Bica

Personal information
- Full name: Marcus di Giuseppe
- Date of birth: 12 March 1972 (age 54)
- Place of birth: Registro, Brazil
- Height: 1.87 m (6 ft 2 in)
- Position: Forward

Senior career*
- Years: Team / Apps / (Gls)
- 1995–1996: Sporting Cristal / 5 / (1)
- 1996: Austria Salzburg / 18 / (3)
- 1997–1998: Paniliakos / 15 / (3)
- 1998–1999: Sport Boys / 10 / (6)
- 1999: Sunderland / 0 / (0)
- 1999: Walsall / 1 / (0)
- 2000: Universitario de Deportes / 8 / (7)
- 2001: Danubio / 3 / (0)
- 2001–2002: Deportivo Wanka / 14 / (0)
- 2003–2004: Estudiantes de Medicina / 5 / (0)
- 2004–2005: Coronel Bolognesi / 24 / (11)

= Bica (footballer) =

Brazilian footballer (born 1972)

 Marcus Di Giuseppe, also known as Bica, (born 12 March 1972) is a Brazilian former footballer.

==Club career==
Bica played for a number of clubs in Peru, including Sporting Cristal, Sport Boys and Universitario de Deportes. He also had a spell with Paniliakos in the Super League Greece during the 1997–98 season.
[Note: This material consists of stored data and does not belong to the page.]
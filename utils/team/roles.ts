import type { Role } from '#shared/schemas/common'

/** What each role is for, as the rest of a sentence that begins with its name. */
export const DUTIES: Record<Role, string> = {
  owner: 'looks after people and the workspace, and may do what a developer may.',
  developer: 'brings problems in, embeds them, prepares run sheets and loads the samples.',
  steward: 'keeps the machine sheets true: graph, defects, ranges, timing.',
  reviewer: 'approves run sheets or sends them back.',
  reader: 'reads everything and changes nothing.',
}
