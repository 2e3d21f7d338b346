import type { App } from '../app'
import { claimDueMail, keepWaitingMails, settleMail } from '../database/repositories/mails'
import type { MailRow } from '../database/repositories/mails'
import { setFact } from '../database/repositories/people'
import type { Rounds } from '../rounds'
import { keepGoingRound } from '../rounds'
import { createMailer } from './create-mailer'
import type { Mailer } from './mailer'
import { MailRefused } from './mailer'
import type { MailSettings } from './settings'

/**
 * How mail leaves this installation, kept in the database: a worker process that ends a job writes messages too, and knows
 * neither the address of the product nor whether anything takes mail.
 */
export const POST_FACT = 'post'

export interface PostFact {
  site: string
  sends: boolean
}

/** Before any process that serves pages was started: everything is kept. */
const NO_POST: PostFact = { site: 'http://localhost:3000', sends: false }

export const postOf = (fact: string | undefined): PostFact => (fact ? (JSON.parse(fact) as PostFact) : NO_POST)

const LOOK_MS = 2_000
/** Minutes from each attempt to the next; given up at the attempt after the last, after some 45 hours. */
const WAITS = [1, 5, 30, 120, 360, 720, 720, 720] as const
const MAX_ATTEMPTS = WAITS.length + 1
const MINUTE_MS = 60_000
const MAX_REASON = 500

const nextAfter =
  (now: Date) =>
  (attempts: number): Date =>
    new Date(now.getTime() + (WAITS[attempts - 1] ?? WAITS.at(-1)!) * MINUTE_MS)

/** Links of letters that are in no outbox are secrets: their words are not kept when the letter is done with. */
const forgotten = ({ workspaceId }: MailRow) => (workspaceId === null ? { text: '', html: '' } : {})

async function attempt(app: App, mailer: Mailer, mail: MailRow): Promise<void> {
  try {
    await mailer.send({ ...mail, to: mail.toAddress })
  } catch (error) {
    const reason = (error instanceof Error ? error.message : String(error)).slice(0, MAX_REASON)
    const over = error instanceof MailRefused || mail.attempts >= MAX_ATTEMPTS
    const set = over ? { state: 'given up' as const, nextAttemptAt: null, reason, ...forgotten(mail) } : { reason }
    return settleMail(app.db, mail.id, set)
  }
  await settleMail(app.db, mail.id, {
    state: 'sent',
    sentAt: app.now(),
    nextAttemptAt: null,
    reason: null,
    ...forgotten(mail),
  })
}

/**
 * Sends every message that is due, one after the other. A message is sent at least once: where the process ends between
 * the other side's yes and our note of it, it goes again, with the same Message-ID or, to a hosted service, with the same
 * idempotency key.
 * @param stopped asked before each message
 */
export async function deliverDue(app: App, mailer: Mailer, stopped: () => boolean = () => false): Promise<void> {
  while (!stopped()) {
    const now = app.now()
    const mail = await claimDueMail(app.db, now, nextAfter(now))
    if (!mail) return
    await attempt(app, mailer, mail)
  }
}

/** Opens the post of a process that serves pages; where nothing takes mail, messages are kept. */
export async function openPost(app: App, { route, site }: MailSettings): Promise<Rounds> {
  await setFact(app.db, POST_FACT, JSON.stringify({ site, sends: route !== null } satisfies PostFact))
  if (!route) {
    await keepWaitingMails(app.db)
    return { stop: async () => undefined }
  }
  const mailer = createMailer(route)
  return keepGoingRound('mail', LOOK_MS, (stopped) => deliverDue(app, mailer, stopped))
}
He spent a few months playing in England for English Premier League side Sunderland A.F.C. and then First Division side Walsall at the end of 1999. His play was characterised by his swift and fluid running and incredible ball control skills. His powerful heading and his shooting from distance gave him the nickname "enerpoçinho" amongst his peers, fans and teammates. He's now a football player's agent.